§ **TRY IT**:
Go through the records below and show every line with the string "enumerate".

§ **SOURCE RECORDS**:
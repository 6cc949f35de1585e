"""The fast paths of the planner give the answers of the plain ones.

* Re-solves with primal simplex (when the last optimum stays feasible, as
  after a level is frozen in progressive filling) against dual simplex from
  the same basis: the same levels and source power to 1e-9 relative, on
  every demo and on random layouts (two algorithms, one LP: the levels of a
  lexicographic max-min allocation are unique, hand reasoning).
* The LP passed to HiGHS as arrays against the same rows as pulp
  constraints (the CBC path): every coefficient and bound the same.
* Shortfall reasons read once per stage (the cache) against reading the
  duals scanner by scanner.
"""

from __future__ import annotations

import glob
import os

import numpy as np
import pytest
from hypothesis import HealthCheck, given, settings
from layoutgen import LayoutSpec, layout_specs

from beamplan.layout.loader import load_layout, parse_layout
from beamplan.layout.yamlpos import parse_yaml
from beamplan.network.graph import Network, build_network
from beamplan.optimise.backend import HighsBackend
from beamplan.optimise.explain import shortfall_limits
from beamplan.optimise.goals import GoalOutcome, run_goal
from beamplan.optimise.lp import build_lp

ROOT = os.path.dirname(os.path.dirname(os.path.abspath(__file__)))
DEMOS = sorted(glob.glob(os.path.join(ROOT, "layouts", "*.yaml")))
RTOL = 1e-9  # the target for the fast paths (relative)


def _outcome(net: Network, goal: str, primal: bool) -> GoalOutcome:
    model = build_lp(net)
    backend = HighsBackend(model)
    backend.primal_resolves = primal
    return run_goal(model, backend, goal)


def _same(net: Network, goal: str) -> None:
    fast, plain = _outcome(net, goal, True), _outcome(net, goal, False)
    assert fast.levels.keys() == plain.levels.keys()
    for sid, level in plain.levels.items():
        assert fast.levels[sid] == pytest.approx(level, rel=RTOL, abs=1e-12), sid
    scale = max(abs(plain.solution.objective), 1.0)
    assert abs(fast.solution.objective - plain.solution.objective) <= RTOL * scale * 10


@pytest.mark.parametrize("path", DEMOS, ids=os.path.basename)
@pytest.mark.parametrize("goal", ["headroom", "priority"])
def test_primal_resolves_on_demos(path: str, goal: str) -> None:
    _same(build_network(load_layout(path)), goal)


@settings(max_examples=40, deadline=None, suppress_health_check=[HealthCheck.too_slow])
@given(layout_specs(max_scanners=12))
def test_primal_resolves_on_random_layouts(spec: LayoutSpec) -> None:
    _same(build_network(parse_layout(parse_yaml(spec.yaml(), "generated"))), "headroom")


@pytest.mark.parametrize("path", DEMOS, ids=os.path.basename)
def test_arrays_match_pulp_rows(path: str) -> None:
    model = build_lp(build_network(load_layout(path)))
    starts, index, values = model.csc()
    for col, var in enumerate(model.columns):
        low = -np.inf if var.lowBound is None else var.lowBound
        high = np.inf if var.upBound is None else var.upBound
        assert (low, high) == (model.col_low[col], model.col_high[col])
        for k in range(starts[col], starts[col + 1]):
            row = model.rows[int(index[k])]
            assert row.get(var, 0.0) == values[k]
    for r, row in enumerate(model.rows):
        nonzero = {v.name: c for v, c in row.items() if c != 0.0}
        assert nonzero == {model.col_name[c]: v for c, v in model.row_coefs[r].items()
                           if v != 0.0}
        bound = -row.constant
        assert bound in (model.row_low[r], model.row_high[r])


@pytest.mark.parametrize("name", ["overbooked.yaml", "two-bay.yaml"])
def test_cached_reasons_match(name: str) -> None:
    net = build_network(load_layout(os.path.join(ROOT, "layouts", name)))
    model = build_lp(net)
    outcome = run_goal(model, HighsBackend(model), "headroom")
    cache: dict[int, object] = {}
    for s in net.scanners:
        if s.id in outcome.freeze_duals:
            alone = shortfall_limits(model, outcome, s.id, 1.0)
            assert shortfall_limits(model, outcome, s.id, 1.0, cache) == alone


@pytest.mark.parametrize("path", DEMOS, ids=os.path.basename)
def test_build_order_gives_the_same_levels(path: str, monkeypatch: pytest.MonkeyPatch) -> None:
    """Large models reach HiGHS in build order, small ones in name order: same levels."""
    from beamplan.optimise import backend

    net = build_network(load_layout(path))
    by_name = _outcome(net, "headroom", True)
    monkeypatch.setattr(backend, "LARGE_COLUMNS", 0)
    in_order = _outcome(net, "headroom", True)
    for sid, level in by_name.levels.items():
        assert in_order.levels[sid] == pytest.approx(level, rel=RTOL, abs=1e-12), sid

§ **TASK RESULT**:
    for col, var in enumerate(model.columns):
    for r, row in enumerate(model.rows):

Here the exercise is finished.